I got into bed Tuesday night with my Nook, where I’d recently downloaded If I Stay.  It’s been about a month since I’ve read a book for pleasure, so I intended to just read a chapter or two and then go to sleep after my 14-hour day.

I stayed up ’til midnight and finished the book.

Silent tears dripped down my face around page 15, when Mia’s family is destroyed in a car accident.  Forman’s writing shoves me into the moment and I am right there with Mia, feeling her anguish as she sees her parents strewn across the road.  I agonize with her over the whereabouts of her younger brother, Teddy, and I hear the eerie quiet of a post-collision highway.

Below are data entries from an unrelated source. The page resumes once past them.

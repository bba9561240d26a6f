/**
 * Benchmark of the HEALPix bulk kernels against the per-pixel reference
 * (@hscmap/healpix), both run in the same process:
 *  1. visiting every pixel centre at Nside 2048 (50.3M pixels): ringTable loop
 *     vs pix2ang_ring per pixel;
 *  2. 10M directions to RING pixels at Nside 2048: anglesToPixels vs
 *     ang2pix_ring per direction.
 * Each side folds its results into a checksum so that no work is optimised
 * away, and the checksums must agree. Not a test: nothing is asserted on time.
 * Run alone: npx tsx bench/sphere.ts
 */
import { pathToFileURL } from 'node:url';
import * as hp from '@hscmap/healpix';
import { ringTable } from '../src/sphere/ringTable.js';
import { anglesToPixels } from '../src/sphere/bulk.js';
import { nside2npix } from '../src/sphere/nside.js';

const NSIDE = 2048;
const TWO_PI = 2 * Math.PI;
const N_DIRECTIONS = 10_000_000;

function seconds(t0: bigint): number {
  return Number(process.hrtime.bigint() - t0) / 1e9;
}

function centresWithRingTable(nside: number): number {
  const t = ringTable(nside);
  let sum = 0;
  for (let r = 0; r < t.count; r++) {
    const th = t.theta[r], p0 = t.phi0[r], dp = t.dphi[r], n = t.length[r];
    for (let j = 0; j < n; j++) sum += th + (p0 + j * dp);
  }
  return sum;
}

function centresWithReference(nside: number): number {
  const npix = nside2npix(nside);
  let sum = 0;
  for (let p = 0; p < npix; p++) {
    const a = hp.pix2ang_ring(nside, p);
    // @hscmap/healpix returns phi beyond 2 pi for some pixels: wrap it.
    sum += a.theta + (a.phi >= TWO_PI ? a.phi - TWO_PI : a.phi);
  }
  return sum;
}

/** Seeded uniform directions on the sphere (xorshift32; common practice, no source). */
function randomDirections(n: number): { theta: Float64Array; phi: Float64Array } {
  const theta = new Float64Array(n), phi = new Float64Array(n);
  let s = 2463534242;
  const next = () => { s ^= s << 13; s >>>= 0; s ^= s >>> 17; s ^= s << 5; s >>>= 0; return s / 4294967296; };
  for (let i = 0; i < n; i++) { theta[i] = Math.acos(1 - 2 * next()); phi[i] = 2 * Math.PI * next(); }
  return { theta, phi };
}

/** Runs both comparisons and prints times and ratios. */
export async function benchSphere(): Promise<void> {
  const npix = nside2npix(NSIDE);
  console.log(`sphere: Nside ${NSIDE}, ${npix} pixels`);

  let t0 = process.hrtime.bigint();
  const sumFast = centresWithRingTable(NSIDE);
  const tFast = seconds(t0);
  t0 = process.hrtime.bigint();
  const sumRef = centresWithReference(NSIDE);
  const tRef = seconds(t0);
  const agree = Math.abs(sumFast - sumRef) <= 1e-9 * Math.abs(sumRef);
  console.log(`  pixel centres, ringTable loop      ${tFast.toFixed(3)} s`);
  console.log(`  pixel centres, pix2ang_ring (ref)  ${tRef.toFixed(3)} s   ratio ref/ours ${(tRef / tFast).toFixed(1)}x   checksums ${agree ? 'agree' : 'DIFFER'}`);

  const { theta, phi } = randomDirections(N_DIRECTIONS);
  const out = new Uint32Array(N_DIRECTIONS);
  t0 = process.hrtime.bigint();
  anglesToPixels(NSIDE, 'RING', theta, phi, out);
  const tBatch = seconds(t0);
  t0 = process.hrtime.bigint();
  let mismatches = 0;
  for (let i = 0; i < N_DIRECTIONS; i++) if (hp.ang2pix_ring(NSIDE, theta[i], phi[i]) !== out[i]) mismatches++;
  const tRefA = seconds(t0);
  console.log(`  ${N_DIRECTIONS / 1e6}M directions, anglesToPixels     ${tBatch.toFixed(3)} s (${((tBatch / N_DIRECTIONS) * 1e9).toFixed(1)} ns each)`);
  console.log(`  ${N_DIRECTIONS / 1e6}M directions, ang2pix_ring (ref) ${tRefA.toFixed(3)} s (${((tRefA / N_DIRECTIONS) * 1e9).toFixed(1)} ns each)   ratio ref/ours ${(tRefA / tBatch).toFixed(1)}x   mismatches ${mismatches}`);
}

if (process.argv[1] && import.meta.url === pathToFileURL(process.argv[1]).href) {
  await benchSphere();
}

I was captivated from that moment onward, terrified for Mia as she watches her own injured, unresponsive body be flown to the hospital.  Watches her now-daughterless grandparents in the waiting room.  Watches the surgeons and nurses frantically try to save her.  She vacillates between wanting to stay in this world, and wanting to leave it behind.

NPR calls this story “achingly beautiful,” and I would agree.  Its language, its structure, haunts me, days later, and I know my students and I will study Forman’s craft soon…the way she brings us into a moment, frozen in time, and suspends our disbelief as we stay beside Mia’s spirit, watching all of this unfold.  Please read this book, and get it into the hands of your students, too.

ifistay2

If I Stay, Gayle Forman, pp. 15-16

You wouldn’t expect the radio to work afterward.  But it does.

The car is eviscerated. The impact of a four-ton pickup truck going sixty miles an hour had the force of an atom bomb.  It tore off the doors, sent the front-side passenger seat through the driver’s side window.  It flipped the chassis, bouncing it across the road and ripped the engine apart as if it were no stronger than a spiderweb.  It tossed wheels and hubcaps deep into the forest.  It ignited bits of the gas tank, so that now tiny flames lap at the wet road.

And there was so much noise.  A symphony of grinding, a chorus of popping, an aria of exploding, and finally, the sad clapping of hard metal cutting into soft trees.  Then it went quiet, except for this:  Beethoven’s Cello Sonata no. 3, still playing.